→ **Exercise instructions**
The entries are to be output once more, word for word.

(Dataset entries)
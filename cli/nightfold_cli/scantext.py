"""What a scan is, in a few words."""

from __future__ import annotations

import math
from collections.abc import Mapping, Sequence
from itertools import pairwise
from typing import TYPE_CHECKING, Any

from nightfold.concise import short

if TYPE_CHECKING:
    from nightfold.scans.axes import Axis
    from nightfold.scans.scan import Scan

_VALUES = 4


def span(axis: Axis) -> str:
    """Return the range of an axis: ``60.5…62.5 A``, or the values of one made of words."""
    if axis.low is None or axis.high is None:
        words = [str(value) for value in axis.values]
        return ", ".join(words[:_VALUES]) + (" …" if len(words) > _VALUES else "")
    ends = short(axis.low) if axis.low == axis.high else f"{short(axis.low)}…{short(axis.high)}"
    return f"{ends} {axis.unit}".rstrip() if axis.unit else ends


def axis_line(axis: Axis) -> str:
    """Return an axis in full: ``coil_current 60.5…62.5 A``."""
    return f"{axis.parameter} {span(axis)}"


def grid(scan: Scan) -> str:
    """Return the number of points: ``41``, ``11x9``; that of the shots where they are scattered."""
    if scan.scattered:
        return str(scan.shots)
    return "x".join(str(axis.points) for axis in scan.axes) or "1"


_MARKS = {"rising": "↑", "falling": "↓"}


def order_mark(scan: Scan, axis: Axis) -> str:
    """Return an arrow if the points of an axis were taken in order, else nothing."""
    return _MARKS.get(scan.order.get(axis.parameter, ""), "")


def order_line(scan: Scan, values: Sequence[float] = ()) -> str:
    """Return what to know about the order in which the points were taken; nothing where it was mixed.

    Parameters
    ----------
    values : sequence of float
        Of the only axis, one a shot in time order; empty where there are several.
    """
    found = [f"{order} {name}" for name, order in scan.order.items() if order != "mixed"]
    if not found:
        return ""
    back = -1 if "rising" in scan.order.values() else 1
    steps = [back * (later - one) for one, later in pairwise(values)]
    passes = 1 + sum(step > max(map(abs, steps)) / 2 for step in steps)
    if passes > 1:
        return f"{found[0]}, {passes} times over: drift from one pass to the next shows as scatter"
    return f"in order of {' and of '.join(found)}: drift would look like a feature; better shuffle the points"


def counted(count: int, what: str) -> str:
    """Return a number of things: ``1 point``, ``31 points``."""
    return f"{count} {what}" if count == 1 else f"{count} {what}s"


def repeats(scan: Scan) -> float:
    """Return shots for each point of the grid."""
    points: int = math.prod(axis.points for axis in scan.axes) or 1
    return 1.0 if scan.scattered else float(scan.shots / points)


def repeats_text(scan: Scan) -> str:
    """Return the repeats: ``3``, ``2.9``; below one where the grid has holes."""
    return f"{repeats(scan):.2g}" if repeats(scan) < 10 else f"{repeats(scan):.0f}"


def status(scan: Scan) -> str:
    """Return how far the scan has come."""
    return "complete" if scan.complete else "open"


def relative_line(related: Mapping[str, Any]) -> str:
    """Return what readings were divided by: ``to 12 reference shots of hold, every shot within 4.5 min of one``."""
    from nightfold.scans.references import span_text

    shots, distance = related["reference_shots"], span_text(related["reference_distance_s"], up=True)
    of = f" of {related['reference_sequence']}" if shots else ""
    return f"to {counted(shots, 'reference shot')}{of}, every shot within {distance} of one"


def title(scan: Scan, name: str) -> str:
    """Return what stands above a scan: its name, with the label where the name is an id for want of another."""
    return name if scan.label is None or name == scan.key else f"{name} ({scan.key})"


def entry(scan: Scan, name: str, notes: Mapping[str, list[str]]) -> dict[str, Any]:
    """Return a scan, what it is called and what was noted about it, for JSON."""
    return {
        "id": scan.id,
        "label": scan.label,
        "round": scan.round,
        "key": name,
        "machine": scan.machine,
        "sequence": scan.sequence,
        "origin": scan.origin,
        "axes": [axis_entry(axis) for axis in scan.axes],
        "shots": scan.shots,
        "set_aside": scan.set_aside,
        "first": scan.first,
        "last": scan.last,
        "complete": scan.complete,
        "scattered": scan.scattered,
        "order": scan.order,
        "arranged": list(scan.arranged),
        "observables": list(scan.observables),
        "main_observable": scan.main_observable,
        "notes": notes.get(f"scan {scan.id}", []),
    }


def axis_entry(axis: Axis) -> dict[str, Any]:
    """Return an axis for JSON; its values are listed where it is made of words."""
    words = axis.low is None
    return {
        "parameter": axis.parameter,
        "unit": axis.unit or None,
        "points": axis.points,
        "low": axis.low,
        "high": axis.high,
        "values": list(axis.values) if words else None,
    }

→ **Output of the exercise**
filename cli/nightfold_cli/scantext.py
"""What a scan is, in a few words."""

from __future__ import annotations

import math
from collections.abc import Mapping, Sequence
from itertools import pairwise
from typing import TYPE_CHECKING, Any

from nightfold.concise import short

if TYPE_CHECKING:
    from nightfold.scans.axes import Axis
    from nightfold.scans.scan import Scan

_VALUES = 4


def span(axis: Axis) -> str:
    """Return the range of an axis: ``60.5…62.5 A``, or the values of one made of words."""
    if axis.low is None or axis.high is None:
        words = [str(value) for value in axis.values]
        return ", ".join(words[:_VALUES]) + (" …" if len(words) > _VALUES else "")
    ends = short(axis.low) if axis.low == axis.high else f"{short(axis.low)}…{short(axis.high)}"
    return f"{ends} {axis.unit}".rstrip() if axis.unit else ends


def axis_line(axis: Axis) -> str:
    """Return an axis in full: ``coil_current 60.5…62.5 A``."""
    return f"{axis.parameter} {span(axis)}"


def grid(scan: Scan) -> str:
    """Return the number of points: ``41``, ``11x9``; that of the shots where they are scattered."""
    if scan.scattered:
        return str(scan.shots)
    return "x".join(str(axis.points) for axis in scan.axes) or "1"


_MARKS = {"rising": "↑", "falling": "↓"}


def order_mark(scan: Scan, axis: Axis) -> str:
    """Return an arrow if the points of an axis were taken in order, else nothing."""
    return _MARKS.get(scan.order.get(axis.parameter, ""), "")


def order_line(scan: Scan, values: Sequence[float] = ()) -> str:
    """Return what to know about the order in which the points were taken; nothing where it was mixed.

    Parameters
    ----------
    values : sequence of float
        Of the only axis, one a shot in time order; empty where there are several.
    """
    found = [f"{order} {name}" for name, order in scan.order.items() if order != "mixed"]
    if not found:
        return ""
    back = -1 if "rising" in scan.order.values() else 1
    steps = [back * (later - one) for one, later in pairwise(values)]
    passes = 1 + sum(step > max(map(abs, steps)) / 2 for step in steps)
    if passes > 1:
        return f"{found[0]}, {passes} times over: drift from one pass to the next shows as scatter"
    return f"in order of {' and of '.join(found)}: drift would look like a feature; better shuffle the points"


def counted(count: int, what: str) -> str:
    """Return a number of things: ``1 point``, ``31 points``."""
    return f"{count} {what}" if count == 1 else f"{count} {what}s"


def repeats(scan: Scan) -> float:
    """Return shots for each point of the grid."""
    points: int = math.prod(axis.points for axis in scan.axes) or 1
    return 1.0 if scan.scattered else float(scan.shots / points)


def repeats_text(scan: Scan) -> str:
    """Return the repeats: ``3``, ``2.9``; below one where the grid has holes."""
    return f"{repeats(scan):.2g}" if repeats(scan) < 10 else f"{repeats(scan):.0f}"


def status(scan: Scan) -> str:
    """Return how far the scan has come."""
    return "complete" if scan.complete else "open"


def relative_line(related: Mapping[str, Any]) -> str:
    """Return what readings were divided by: ``to 12 reference shots of hold, every shot within 4.5 min of one``."""
    from nightfold.scans.references import span_text

    shots, distance = related["reference_shots"], span_text(related["reference_distance_s"], up=True)
    of = f" of {related['reference_sequence']}" if shots else ""
    return f"to {counted(shots, 'reference shot')}{of}, every shot within {distance} of one"


def title(scan: Scan, name: str) -> str:
    """Return what stands above a scan: its name, with the label where the name is an id for want of another."""
    return name if scan.label is None or name == scan.key else f"{name} ({scan.key})"


def entry(scan: Scan, name: str, notes: Mapping[str, list[str]]) -> dict[str, Any]:
    """Return a scan, what it is called and what was noted about it, for JSON."""
    return {
        "id": scan.id,
        "label": scan.label,
        "round": scan.round,
        "key": name,
        "machine": scan.machine,
        "sequence": scan.sequence,
        "origin": scan.origin,
        "axes": [axis_entry(axis) for axis in scan.axes],
        "shots": scan.shots,
        "set_aside": scan.set_aside,
        "first": scan.first,
        "last": scan.last,
        "complete": scan.complete,
        "scattered": scan.scattered,
        "order": scan.order,
        "arranged": list(scan.arranged),
        "observables": list(scan.observables),
        "main_observable": scan.main_observable,
        "notes": notes.get(f"scan {scan.id}", []),
    }


def axis_entry(axis: Axis) -> dict[str, Any]:
    """Return an axis for JSON; its values are listed where it is made of words."""
    words = axis.low is None
    return {
        "parameter": axis.parameter,
        "unit": axis.unit or None,
        "points": axis.points,
        "low": axis.low,
        "high": axis.high,
        "values": list(axis.values) if words else None,
    }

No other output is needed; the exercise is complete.